Leading a newsroom of powerful storytellers

The editor-in-chief describes the reporting she’s done for The Temple News and the spirit of the staff she managed this year in a sendoff column.

It was two weeks ago when The Temple News’ weekly production was interrupted.

On a Monday night at 11 p.m., I was working with my news team to perfect our stories before we published them on Tuesday morning. We worked hard to ensure every piece of content we sent to the printer that night was bulletproof — no errors, no misspellings, not even a misplaced comma. We also ate pistachios.

Suddenly, our peaceful hard work was interrupted. I watched my newsroom break out into a full-blown pistachio shell fight. Our news team threw shells at our photo team, often missing and hitting the features team. On either side of the room, our sports and copy editors laughed.

I laughed along with them, despite knowing every thrown pistachio shell was one I would have to clean up later, and every passing minute meant another I wouldn’t sleep that night. I was used to it. After all, it was our second-to-last issue of the year, and as the editor-in-chief of The Temple News, you forgo sleeping on Monday nights the second you accept the position.

Watching my coworkers, I found myself reflecting on my year leading our university’s student newspaper. I remembered all four years of college, each of which I spent as a dedicated reporter and editor at The Temple News.

When I look back, I remember the stories. My sophomore year, I sat down with a Temple employee who had been sentenced to life in prison. Then as a senior, I met mothers, friends and significant others of students who had died during their time at Temple.

I also learned how to tell my own stories — I came out as queer in The Temple News, and I later mourned the death of the LGBTQ icon who helped me do it.

I watched my coworkers tell similarly powerful stories. This year, The Temple News reported on the loss of an iconic North Philadelphia church to a fire. We highlighted the lack of sexual assault resources at Temple’s Japan campus. We also sounded off on important issues, like the proposed on-campus stadium and controversies in Greek life.
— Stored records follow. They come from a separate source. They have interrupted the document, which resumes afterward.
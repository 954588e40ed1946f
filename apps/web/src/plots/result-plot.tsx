import type { JobView } from '@nightcone/contracts';
import { useMemo, useState } from 'react';
import { Loading, Note, ProblemNote } from '../components/problem-note.tsx';
import { shortHash } from '../lib/format-hash.ts';
import type { Readout } from './built-plot.ts';
import { PlotView } from './plot.tsx';
import { PlotActions } from './plot-actions.tsx';
import type { Body, ResultData } from './result-data.ts';
import { Segmented } from './segmented.tsx';
import { useResultData } from './use-result-data.ts';
import type { View } from './view.ts';
import { ViewChoice } from './view-choice.tsx';
import { viewsOf } from './views.ts';

type PlottedJob = Pick<JobView, 'hash' | 'model' | 'title' | 'kernel' | 'resultDigest' | 'arrays' | 'specification'>;

/**
 * The plots of one job's result. `onReadout` takes the numbers under the cross-hair (the job page shows them in its
 * margin); without it they stand under the plot. `reach`: px to the right that the cross-hair's line runs on.
 */
export function ResultPlot({
  job,
  onReadout,
  reach,
  height = 460,
}: {
  job: PlottedJob;
  onReadout?: (readout: Readout | null) => void;
  reach?: number;
  height?: number;
}) {
  const views = useMemo(() => viewsOf(job.model, job.arrays), [job.model, job.arrays]);
  const [chosen, setChosen] = useState<string | null>(null);
  const view = views.find(({ id }) => id === chosen) ?? views[0];
  const { data, problem, retry } = useResultData(
    job.resultDigest,
    job.specification as unknown as Body,
    job.arrays,
    view,
  );
  if (!view)
    return (
      <Note title="Nothing to draw yet">
        <p>The plot appears here when the result is there.</p>
      </Note>
    );
  return (
    <div>
      {views.length > 1 ? (
        <div className="mb-2 max-w-md">
          <Segmented
            label="What is drawn"
            labelHidden
            options={views.map(({ id, label }) => ({ value: id, label }))}
            value={view.id}
            onChange={setChosen}
          />
        </div>
      ) : null}
      {problem ? (
        <ProblemNote error={problem} retry={retry} />
      ) : data ? (
        <Drawn key={view.id} job={job} view={view} data={data} height={height} onReadout={onReadout} reach={reach} />
      ) : (
        <div style={{ minHeight: height + 60 }}>
          <Loading what="the result" />
        </div>
      )}
    </div>
  );
}

function Drawn({
  job,
  view,
  data,
  height,
  onReadout,
  reach,
}: {
  job: PlottedJob;
  view: View;
  data: ResultData;
  height: number;
  onReadout: ((readout: Readout | null) => void) | undefined;
  reach: number | undefined;
}) {
  const [choice, setChoice] = useState(0);
  const built = useMemo(() => view.build(data, choice), [view, data, choice]);
  return (
    <>
      <ViewChoice view={view} data={data} choice={choice} onChoice={setChoice} />
      <PlotView
        built={built}
        height={height}
        {...(onReadout ? { onReadout } : {})}
        {...(reach ? { reach } : {})}
        actions={
          <PlotActions
            built={built}
            name={`${job.model}-${view.id}-${job.hash.slice(0, 12)}`}
            metadata={{
              job: job.hash,
              kernel: job.kernel,
              ...(job.resultDigest ? { result: job.resultDigest } : {}),
              program: `Nightcone, job ${shortHash(job.hash)}`,
            }}
          />
        }
      />
    </>
  );
}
When I remember these stories, it’s impossible not to remember my coworkers. This academic year, I can tell you exactly what you’d see walking into our newsroom on a Monday morning: our design team, with a handful of 24-ounce coffees, stressed out because InDesign just crashed again.
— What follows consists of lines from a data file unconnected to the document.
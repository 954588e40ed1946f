import type { Sweep, SweepPoint } from '@nightcone/contracts';
import { useMemo, useState } from 'react';
import { useNavigate } from 'react-router-dom';
import { SelectField, TextField } from '../components/field.tsx';
import { Loading, Note, ProblemNote } from '../components/problem-note.tsx';
import { useApi } from '../lib/query.ts';
import { PlotView } from './plot.tsx';
import { PlotActions } from './plot-actions.tsx';
import type { Body } from './result-data.ts';
import { Segmented } from './segmented.tsx';
import { drawnAxis } from './sweep-axis.ts';
import { rowAt, type SweepQuantity, sweepQuantities } from './sweep-quantities.ts';
import { buildSweepMap, buildSweepSeries } from './sweep-series.ts';

type DrawnSweep = Pick<Sweep, 'id' | 'title' | 'model' | 'axes' | 'specification'>;

/** A quantity of every finished point against what the sweep varies; points appear as they arrive. */
export function SweepPlot({
  sweep,
  points,
  compact = false,
}: {
  sweep: DrawnSweep;
  points: readonly SweepPoint[];
  compact?: boolean;
}) {
  const body = sweep.specification as unknown as Body;
  const quantities = useMemo(() => sweepQuantities(sweep.model, body), [sweep.model, body]);
  const [array, setArray] = useState<string | null>(null);
  const quantity = quantities.find((each) => each.array === array) ?? quantities[0];
  if (!quantity || sweep.axes.length === 0)
    return compact ? null : (
      <Note title="Nothing varies">
        <p>A sweep of one point has no curve; its job has the plot.</p>
      </Note>
    );
  return (
    <SweepDrawing
      key={quantity.array}
      sweep={sweep}
      points={points}
      compact={compact}
      quantity={quantity}
      quantities={quantities}
      onQuantity={setArray}
    />
  );
}

function SweepDrawing({
  sweep,
  points,
  compact,
  quantity,
  quantities,
  onQuantity,
}: {
  sweep: DrawnSweep;
  points: readonly SweepPoint[];
  compact: boolean;
  quantity: SweepQuantity;
  quantities: readonly SweepQuantity[];
  onQuantity: (array: string) => void;
}) {
  const navigate = useNavigate();
  const [places, setPlaces] = useState(() => quantity.dims.map((dim) => dim.first));
  const axes = useMemo(() => sweep.axes.map((axis) => drawnAxis(sweep, axis)), [sweep]);
  const [xAxis, setXAxis] = useState(0);
  const [fixed, setFixed] = useState<(number | null)[]>(() => axes.map((_, i) => (i < 2 ? null : 0)));
  const yAxis = axes.length > 1 ? (xAxis === 0 ? 1 : 0) : null;
  const wide = yAxis !== null && axes.every((axis, i) => i > 1 || axis.places.length >= 5);
  const [form, setForm] = useState<'map' | 'lines'>(wide ? 'map' : 'lines');
  const [entry, setEntry] = useState<number | null>(null);
  const query = useApi('getSweepQuantity', {
    params: { id: sweep.id },
    query: { array: quantity.array, ...(quantity.dims.length > 0 ? { row: rowAt(quantity.dims, places) } : {}) },
  });
  const built = useMemo(() => {
    if (!query.data) return null;
    const rows = new Map(query.data.rows.map((each) => [each.index, each.values]));
    const longest = Math.max(1, ...query.data.rows.map((each) => each.values.length));
    const drawing = {
      entry: Math.min(entry ?? Math.floor(longest / 2), longest - 1),
      axes,
      points,
      quantity: { label: quantity.label, symbol: quantity.symbol, unit: query.data.unit, rows },
      xAxis,
      fixed,
    };
    return form === 'map' && yAxis !== null ? buildSweepMap(drawing, yAxis) : buildSweepSeries(drawing);
  }, [query.data, axes, points, quantity, xAxis, fixed, form, yAxis, entry]);
  const height = compact ? 190 : 420;
  const open = (index: number) => {
    const point = built?.targets.describe(index).point;
    const hash = points.find((each) => each.index === point)?.jobHash;
    if (hash) void navigate(`/jobs/${hash}`);
  };
  return (
    <div>
      {compact ? null : (
        <div className="mb-3 flex flex-wrap items-end gap-x-6 gap-y-3">
          <SelectField label="quantity" value={quantity.array} onChange={(event) => onQuantity(event.target.value)}>
            {quantities.map((each) => (
              <option key={each.array} value={each.array}>
                {each.label}
              </option>
            ))}
          </SelectField>
          {quantity.dims.map((dim, i) =>
            dim.texts.length > 1 ? (
              <SelectField
                key={dim.label}
                label={dim.label}
                value={places[i] ?? dim.first}
                onChange={(event) =>
                  setPlaces(places.map((each, at) => (at === i ? Number(event.target.value) : each)))
                }
              >
                {dim.texts.map((text, place) => (
                  <option key={text} value={place}>
                    {text}
                  </option>
                ))}
              </SelectField>
            ) : null,
          )}
          {form === 'map' && yAxis !== null && quantity.dims.length > 0 ? (
            <TextField
              label="number in the row"
              type="number"
              min={1}
              placeholder="middle"
              value={entry === null ? '' : entry + 1}
              onChange={(event) => {
                const number = Math.round(Number(event.target.value));
                setEntry(number >= 1 ? number - 1 : null);
              }}
            />
          ) : null}
          {axes.length > 1 ? (
            <>
              <SelectField
                label="to the right"
                value={xAxis}
                onChange={(event) => setXAxis(Number(event.target.value))}
              >
                {axes.slice(0, 2).map((axis, i) => (
                  <option key={axis.label} value={i}>
                    {axis.label}
                  </option>
                ))}
              </SelectField>
              <Segmented
                label="drawn as"
                options={[
                  { value: 'map', label: 'map' },
                  { value: 'lines', label: 'lines' },
                ]}
                value={form}
                onChange={setForm}
              />
            </>
          ) : null}
          {axes.slice(2).map((axis, i) => (
            <SelectField
              key={axis.label}
              label={axis.label}
              value={fixed[i + 2] ?? 0}
              onChange={(event) =>
                setFixed(fixed.map((each, place) => (place === i + 2 ? Number(event.target.value) : each)))
              }
            >
              {axis.texts.map((text, place) => (
                <option key={text} value={place}>
                  {text}
                </option>
              ))}
            </SelectField>
          ))}
        </div>
      )}
      {query.isError && !built ? (
        <ProblemNote error={query.error} retry={() => void query.refetch()} />
      ) : built ? (
        <PlotView
          built={built}
          height={height}
          compact={compact}
          onPick={open}
          {...(compact
            ? {}
            : {
                actions: (
                  <PlotActions
                    built={built}
                    name={`sweep-${quantity.array}-${sweep.id.slice(0, 8)}`}
                    metadata={{ sweep: sweep.id, model: sweep.model }}
                  />
                ),
              })}
        />
      ) : (
        <div style={{ minHeight: height }}>
          <Loading what="the values" />
        </div>
      )}
    </div>
  );
}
Our photo editors, cracking jokes and praising the Sixers. Our features editors, digging for the nitty-gritty details about some weird art exhibit in Fishtown. And our opinion editor, sitting beside them with a bowl always full of candy for when times got tough.

Sports and news editors were across the aisle, taping reminders to their cubicle walls, calling administrators and showing each other memes.

The multimedia editors toiled away in their private office — often freezing cold — and the members of our senior staff ate pretzels with hummus and blasted ‘80s pop music.

There were the copy editors, who fact-checked so many words over the course of one year that their brains must have grown 12 times bigger in 10 months. Across from them sat our faculty adviser — always ready with the advice I needed to hear (and probably looking at pictures of his dog).

I know my staff about as well as I know anyone — it gets that way when you spend just about every day with the same group of people, all of whom share the same goal: telling the stories that matter to the Temple community.

The truth is, by the end of the year, these people have become much more than just my staff. They’re lifelong friends. I have never met a more dedicated, sharp group of student journalists, and I’m excited to watch them continue to grow in the future.

I am proud of the stories we’ve told, and I’m proud of the 22-person staff that made them happen.

And if I had to pick up a few pistachio shells along the way, it was well worth it.